World's Finest Chocolate
- Company type: Private
- Founded: 1939; 87 years ago
- Founder: Edmond Opler Sr.
- Headquarters: Chicago, Illinois, U.S.
- Products: Chocolate
- Website: www.worldsfinestchocolate.com

= World's Finest Chocolate =

Chicago chocolate company since 1939

World's Finest Chocolate is a chocolate company based in Chicago, Illinois. The company, founded in 1939, has become a large fundraising organization in the United States which typically holds fundraisers for school districts.

==History==
World's Finest Chocolate was founded under the name Cook Chocolate Company by Edmond Opler Sr. in 1939.

He started the division that produced chocolate bars for fundraising in 1949 and called it "World's Finest Chocolate".

In 1972, the company's name was changed to "World's Finest Chocolate". In 1985, the company moved into a 500,000-square-foot factory. Opler's son, Edmond Jr., has run the company since Edmond Sr. retired in 1988.

In 2006, World's Finest Chocolate acquired the company Queen Anne, a brand of cordial cherries. In June 2015, the company acquired Market Day, a frozen food store.

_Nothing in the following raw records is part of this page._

kent_status kent_recorder_new(const kent_model *m, kent_steady *const *steadies,
                              kent_recorder **out, kent_error *err)
{
    kent_status status = KENT_E_NOMEM;
    kent_recorder *r = kent_alloc(1, sizeof *r);

    if (!r) goto done;
    r->model = m;
    r->steadies = steadies;
    r->sensors = kent_alloc(m->state_count, m->fitting_count * sizeof *r->sensors);
    r->slots = kent_alloc(m->march_count, sizeof *r->slots);
    if (!r->sensors || !r->slots) goto done;
    for (size_t s = 0; s < m->state_count; s++) {
        for (size_t i = 0; i < m->fitting_count; i++) {
            if (recorder_add_fitting(r, s, i)) goto done;
        }
    }
    status = kent_along_new(r, err);
    if (status != KENT_OK) goto done;
    *out = r;
    r = NULL; /* handed over */
done:
    kent_recorder_free(r);
    return status ? kent_error_nomem(err) : KENT_OK;
}

void kent_recorder_free(kent_recorder *r)
{
    if (!r) return;
    for (size_t i = 0; r->slots && i < r->model->march_count; i++) {
        free(r->slots[i].seen);
        free(r->slots[i].past);
    }
    kent_along_free(r->along);
    free(r->slots);
    free(r->sensors);
    free(r->terms);
    free(r->watches);
    free(r);
}

const kent_watch *kent_recorder_watches(const kent_recorder *r, size_t *count)
{
    *count = r->watch_count;
    return r->watches;
}

/* ---- one march ------------------------------------------------------------------- */

/* The sensors of the state that a march starts from, [fitting_count]. */
static const kent_sensor *march_sensors(const kent_recorder *r, int march)
{
    const size_t state = (size_t)r->model->marches[march].state;

    return r->sensors + state * r->model->fitting_count;
}

/* Instants to go back for dQ/dt: the crossing in whole steps, at least one. */
static size_t sensor_lag(const kent_sensor *sensor, double step)
{
    if (!(sensor->crossing > 0.0)) return 0;
    return (size_t)fmax(1.0, ceil(sensor->crossing / step - 1e-9));
}

void kent_recorder_start(kent_recorder *r, int march, double step)
{
    kent_slot *slot = &r->slots[march];
    const size_t count = r->model->fitting_count;

    assert(step > 0.0);
    free(slot->seen);
    free(slot->past);
    *slot = (kent_slot){.started = true, .step = step};
    for (size_t i = 0; i < count; i++) {
        const size_t lag = sensor_lag(&r->sensors[i], step);
        if (lag > slot->past_rows) slot->past_rows = lag;
    }
    slot->seen = kent_alloc(count, sizeof *slot->seen);
    slot->past = kent_alloc(slot->past_rows * r->watch_count, sizeof *slot->past);
    slot->failed = !slot->seen || !slot->past;
    kent_along_start(r, march);
    for (size_t i = 0; i < count && !slot->failed; i++) {
        kent_seen *seen = &slot->seen[i];
        seen->best[KENT_RESULTANT] = -1.0; /* nil counts as a resultant */
        seen->lowest = INFINITY;
        seen->highest = -INFINITY;
        for (size_t k = 0; k < KENT_PORTS; k++) {
            seen->highest_head[k] = -INFINITY;
        }
    }
}

unsigned long long kent_level_of(double square)
{
    uint64_t bits = 0;

    /* exponent and ten bits of the mantissa: they grow as the number does */
    memcpy(&bits, &square, sizeof bits);
    return bits >> 42;
}

static inline void seen_count_level(kent_seen *seen, double square)
{
    const unsigned long long level = kent_level_of(square);

    if (level > seen->top) {
        if (level - seen->top >= KENT_LEVELS) {
            memset(seen->at_level, 0, sizeof seen->at_level);
        } else {
            for (unsigned long long k = seen->top + 1; k <= level; k++) {
                seen->at_level[k % KENT_LEVELS] = 0;
            }
        }
        seen->top = level;
    } else if (seen->top - level >= KENT_LEVELS) {
        return; /* far below the peak */
    }
    seen->at_level[level % KENT_LEVELS]++;
}

double kent_seen_above_90_percent(const kent_seen *seen, double step)
{
    const unsigned long long least = kent_level_of(0.81 * seen->best[KENT_RESULTANT]);
    double instants = 0.0;

    for (unsigned long long k = least; k <= seen->top; k++) {
        instants += seen->at_level[k % KENT_LEVELS];
    }
    return instants * step;
}

/* m3/s at a watch, `lag` instants before row n of the trace. */
static double slot_flow_before(const kent_slot *slot, const kent_trace *trace,
                               size_t watches, size_t watch, size_t n, size_t lag)
{
    if (n >= lag) return trace->flow[(n - lag) * trace->watch_count + watch];
    const size_t back = lag - n; /* 1: the instant before this trace */
    return slot->past[(slot->past_rows - back) * watches + watch];
}

static void seen_keep(const kent_recorder *r, const kent_slot *slot,
                      const kent_trace *trace, size_t index, size_t n,
                      kent_frame *frame)
{
    const kent_model *m = r->model;
    const kent_fitting *f = &m->fittings[index];
    const kent_sensor *sensor = &r->sensors[index];
    const size_t lag = sensor_lag(sensor, slot->step);

    *frame = (kent_frame){.time = trace->time[n]};
    for (size_t i = 0; i < f->port_count; i++) {
        const size_t watch = sensor->watch[i], at = n * trace->watch_count + watch;
        const double sign = m->ports[f->port_first + i].sign;
        frame->head[i] = trace->head[at];
        frame->flow[i] = sign * trace->flow[at];
        if (lag == 0) continue;
        const double before =
            sign * slot_flow_before(slot, trace, r->watch_count, watch, n, lag);
        frame->flow_rate[i] =
            (frame->flow[i] - before) / ((double)lag * slot->step); /* 8.7 */
    }
    kent_frame_complete(m, f, frame);
}

/* Thrusts of consecutive instants, component by component: the shape compilers
 * vectorise. */
enum { CHUNK = 64 };

typedef struct kent_thrusts {
    double x[CHUNK], y[CHUNK], z[CHUNK]; /* N */
} kent_thrusts;

/* What the stream of an open end adds, for `count` instants. */
static void sensor_add_streams(const kent_sensor *sensor, size_t ports,
                               const kent_trace *trace, size_t first, size_t count,
                               kent_thrusts *out)
{
    const size_t width = trace->watch_count;

    for (size_t n = 0; n < count; n++) {
        const double *flow = trace->flow + (first + n) * width;
        double drawn = 0.0;
        for (size_t k = 0; k < ports; k++) {
            drawn += sensor->brings[k] * flow[sensor->watch[k]];
        }
        out->x[n] += sensor->per_outlet_square.x * drawn * drawn;
        out->y[n] += sensor->per_outlet_square.y * drawn * drawn;
        out->z[n] += sensor->per_outlet_square.z * drawn * drawn;
    }
}

/* 9.6 for `count` instants from row `first` of the trace. */
static void sensor_thrusts(const kent_recorder *r, const kent_sensor *sensor,
                           const kent_trace *trace, size_t first, size_t count,
                           kent_thrusts *out)
{
    double h[CHUNK], square[CHUNK];

    for (size_t n = 0; n < count; n++) {
        out->x[n] = sensor->constant.x;
        out->y[n] = sensor->constant.y;
        out->z[n] = sensor->constant.z;
    }
    for (size_t k = 0; k < sensor->term_count; k++) {
        const kent_term term = r->terms[sensor->term_first + k];
        const size_t width = trace->watch_count, from = first * width + term.watch;
        for (size_t n = 0; n < count; n++) {
            const double flow = trace->flow[from + n * width];
            h[n] = trace->head[from + n * width];
            square[n] = flow * flow;
        }
        for (size_t n = 0; n < count; n++) {
            out->x[n] += term.per_head.x * h[n] + term.per_square.x * square[n];
            out->y[n] += term.per_head.y * h[n] + term.per_square.y * square[n];
            out->z[n] += term.per_head.z * h[n] + term.per_square.z * square[n];
        }
    }
}
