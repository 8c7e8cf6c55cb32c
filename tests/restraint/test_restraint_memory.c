/* Memory that runs out anywhere is an error and leaves nothing behind. */
#include "kent_hand.h"
#include "kent_alloc_fail.h"

typedef struct job {
    const kent_model *model;
    const kent_loads_result *loads;
} job;

static int size_once(void *context)
{
    const job *j = context;
    kent_restraints *r = NULL;
    kent_error err = {0};
    const kent_status status = kent_restraint_size(j->model, j->loads, &r, &err);

    if (status == KENT_OK) {
        kent_restraints_free(r);
        return 0;
    }
    assert_int_equal(status, KENT_E_NOMEM);
    assert_int_equal(err.status, KENT_E_NOMEM);
    assert_null(r);
    return -1;
}

static void any_allocation_may_fail_and_nothing_leaks(void **state)
{
    (void)state;
    static const kent_hand_case cases[] = {{"test", KENT_CASE_TEST, 1.5, 1.0e6},
                                           {"shut", KENT_CASE_OCCASIONAL, 1.5, 1.1e6}};
    kent_build b = kent_build_new();
    (void)kent_build_point(&b, "A", 0.0, 0.0, 50.0);
    (void)kent_build_point(&b, "B", 100.0, 0.0, 50.0);
    (void)kent_build_point(&b, "C", 200.0, 30.0, 55.0);
    (void)kent_build_point(&b, "D", 300.0, 60.0, 50.0);
    (void)kent_build_pipe(&b, "P", "A B C D", 0.4, 1000.0);
    (void)kent_build_fixed_level(&b, "A", 150.0);
    (void)kent_build_scenario(&b, "shut", 60.0);
    (void)kent_build_soil(&b, "till", 40e3, 19e3, 1.2); /* some held, some refused */
    b.model->ground.water_table = (double)INFINITY;
    kent_build_derive(&b);
    kent_loads_result loads = kent_hand_loads(b.model, cases, 2);
    job j = {b.model, &loads};

    assert_true(kent_allocations_needed(size_once, &j) > 10);
    kent_hand_clear(&loads);
    kent_build_clear(&b);
}

static void freeing_nothing_is_safe(void **state)
{
    (void)state;
    kent_restraints_free(NULL);
}

int main(void)
{
    const struct CMUnitTest tests[] = {
        cmocka_unit_test(any_allocation_may_fail_and_nothing_leaks),
        cmocka_unit_test(freeing_nothing_is_safe),
    };
    return cmocka_run_group_tests(tests, NULL, NULL);
}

In 2021, World's Finest Chocolate started a monthly $2K Giveaway for teachers. The company also donated around 10 million chocolate bars to COVID-19 doctors and nurses.

== Corporate affairs ==
The company specializes in Fundraising events. It manufactures chocolate bars from a cocoa farm in St. Lucia. and has a production site in South Chicago.

== Products ==
The core of the company's business is selling chocolate bars in bulk for school fundraisers and corporate gifts.

World's Finest Chocolate is one of the largest suppliers of the fundraising chocolate market. According to the company it has sold more than 6 billion chocolate bars, their best-known product, and helped their customers raise more than USD 4.4 billion since 1949.